Record excerpts section start
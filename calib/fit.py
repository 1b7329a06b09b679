"""The relation between what the wheels were told and what the robot did.

Along the direction of the command, ``heading change = gain * (|wheel degrees| - dead band * reversed)``, plus an offset
whatever the direction, with one gain or one for each direction, with or without dead band and offset, and with one of
three laws for the scatter of single turns. Which of these the data support is decided by the corrected information
criterion, and the ranking is kept; but an interval from terms that the data themselves chose holds the truth too seldom
(bench/coverage.py), so unless told otherwise every term that the turns can tell stays in. Strays are left out and
named, and a fit that they pull little at stands beside. What a plan cannot tell apart is said, not invented.
"""

from __future__ import annotations

from dataclasses import dataclass

import numpy as np
from numpy.typing import NDArray
from scipy import stats

from calib.errors import CalibError, NotEnoughTurns
from calib.intervals import Estimate, ratio_estimate, sd_estimate, t_estimate
from calib.linear import TINY
from calib.models import (
    SIDE_NAMES,
    Candidate,
    Model,
    aicc,
    can_tell_dead_band,
    design_of,
    possible_models,
    sides_of,
)
from calib.robust import RobustFit, robust_fit
from calib.scatter import LAWS, ScatterFit, fit_with_scatter, shape_of
from calib.strays import FEWEST_DOF, STRAGGLER_LEVEL, STRAY_LEVEL, extreme_residuals, most_strays
from calib.turns import Turns

FloatArray = NDArray[np.float64]

CONFIDENCE = 0.95
FEWEST_TURNS = 3
STRONG = 6.0
"""Difference of the criterion that counts as strong evidence (Burnham and Anderson 2002, 2.6)."""
UNKNOWN_SLACK = "the slack of the wheels before it is not known, and a dead band is fitted"


@dataclass(frozen=True, kw_only=True, slots=True)
class NotFitted:
    """A turn, by its place among those given, that the fit does not rest on, with the reason."""

    index: int
    reason: str


@dataclass(frozen=True, eq=False, kw_only=True, slots=True)
class Fit:
    """The fitted relation.

    Parameters
    ----------
    model : Model
    sides : tuple of float
        Directions that the turns have: +1 counter-clockwise, -1 clockwise.
    coefficients : ndarray, shape (P,)
        Gains (one, or one for each of `sides`), then the heading lost at a reversal and the offset in deg, if the
        model has them.
    cov : ndarray, shape (P, P)
    dof : int
    scatter_deg, size_deg : float
        Repeatability of a turn of that size; other sizes follow the model's law.
    n_turns : int
    tried_wheel_deg : tuple of float
        Smallest and largest size of the commands.
    candidates : tuple of Candidate
        All models tried, best by the criterion first.
    notes : tuple of str
        What the data could not tell, a sentence each.
    residuals_deg, standardised : ndarray, shape (N,)
        Along the command's direction; the latter in units of the fitted scatter.
    u_typical_deg : float
        Root mean square of the turns' own measurement uncertainties.
    not_fitted : tuple of NotFitted
        Turns given that the fit does not rest on.
    stragglers : tuple of int
        Turns given that lie far out, but not far enough to be left out.
    robust : RobustFit or None
        The same model fitted to strays too, with errors that expect some.
    dead_band_if_any, difference_if_any : Estimate or None
        Dead band (wheel deg), and relative difference of the gains, by the best model that has them, whether or not it
        was chosen; None where the turns cannot tell.
    """

    model: Model
    sides: tuple[float, ...]
    coefficients: FloatArray
    cov: FloatArray
    dof: int
    scatter_deg: float
    size_deg: float
    n_turns: int
    tried_wheel_deg: tuple[float, float]
    candidates: tuple[Candidate, ...]
    notes: tuple[str, ...]
    residuals_deg: FloatArray
    standardised: FloatArray
    u_typical_deg: float = 0.0
    not_fitted: tuple[NotFitted, ...] = ()
    stragglers: tuple[int, ...] = ()
    robust: RobustFit | None = None
    dead_band_if_any: Estimate | None = None
    difference_if_any: Estimate | None = None

    def gain_row(self, side: float | None) -> FloatArray:
        """Return the weights that pick a direction's gain out of the coefficients; None for the mean gain."""
        row = np.zeros(len(self.coefficients))
        n_gains = len(self.sides) if self.model.separate_gains else 1
        if side is None or n_gains == 1:
            row[:n_gains] = 1.0 / n_gains
        else:
            row[self.sides.index(side)] = 1.0
        return row

    def lost_row(self) -> FloatArray:
        """Return the weights that pick the heading lost at a reversal; all zero without a dead band."""
        row = np.zeros(len(self.coefficients))
        if self.model.dead_band:
            row[-2 if self.model.offset else -1] = 1.0
        return row

    def offset_row(self, side: float | None) -> FloatArray:
        """Return the weights of the offset along a direction; all zero without one, and for the mean of both."""
        row = np.zeros(len(self.coefficients))
        if self.model.offset and side is not None:
            row[-1] = side
        return row

    def gain(self, side: float | None = None, confidence: float = CONFIDENCE) -> Estimate:
        """Return heading change per wheel degree (deg/deg)."""
        row = self.gain_row(side)
        return t_estimate(float(row @ self.coefficients), float(np.sqrt(row @ self.cov @ row)), self.dof, confidence)

    def robust_gain(self, side: float | None = None, confidence: float = CONFIDENCE) -> Estimate | None:
        """Return the gain by the fit that strays pull little at."""
        if self.robust is None:
            return None
        row = self.gain_row(side)
        u = float(np.sqrt(row @ self.robust.cov @ row))
        return t_estimate(float(row @ self.robust.coefficients), u, self.dof, confidence)

    def dead_band_wheel_deg(self, side: float | None = None, confidence: float = CONFIDENCE) -> Estimate | None:
        """Return the wheel degrees lost at a reversal; None where the model has none."""
        if not self.model.dead_band:
            return None
        lost, gain = self.lost_row(), self.gain_row(side)
        return ratio_estimate(
            float(lost @ self.coefficients),
            float(gain @ self.coefficients),
            var_above=float(lost @ self.cov @ lost),
            var_below=float(gain @ self.cov @ gain),
            cov=float(lost @ self.cov @ gain),
            dof=self.dof,
            confidence=confidence,
        )

    def offset_deg(self, confidence: float = CONFIDENCE) -> Estimate | None:
        """Return the heading added to every turn whatever its direction; None where the model has none."""
        if not self.model.offset:
            return None
        u = float(np.sqrt(self.cov[-1, -1]))
        return t_estimate(float(self.coefficients[-1]), u, self.dof, confidence)

    def repeatability_deg(self, confidence: float = CONFIDENCE) -> Estimate:
        """Return the standard deviation of single turns of `size_deg` (ISO 5725-1, repeatability)."""
        return sd_estimate(self.scatter_deg, self.dof, confidence, beside=self.u_typical_deg)

    def scatter_at_deg(self, size_deg: float) -> float:
        """Return the standard deviation of single turns of a given size."""
        return float(self.scatter_deg * (abs(size_deg) / self.size_deg) ** LAWS[self.model.law])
Record excerpts section end
* **Exercise requirements**
Every line containing the word "frozen" should be copied from the material.

* **Output for this task**
@dataclass(frozen=True, kw_only=True, slots=True)
@dataclass(frozen=True, eq=False, kw_only=True, slots=True)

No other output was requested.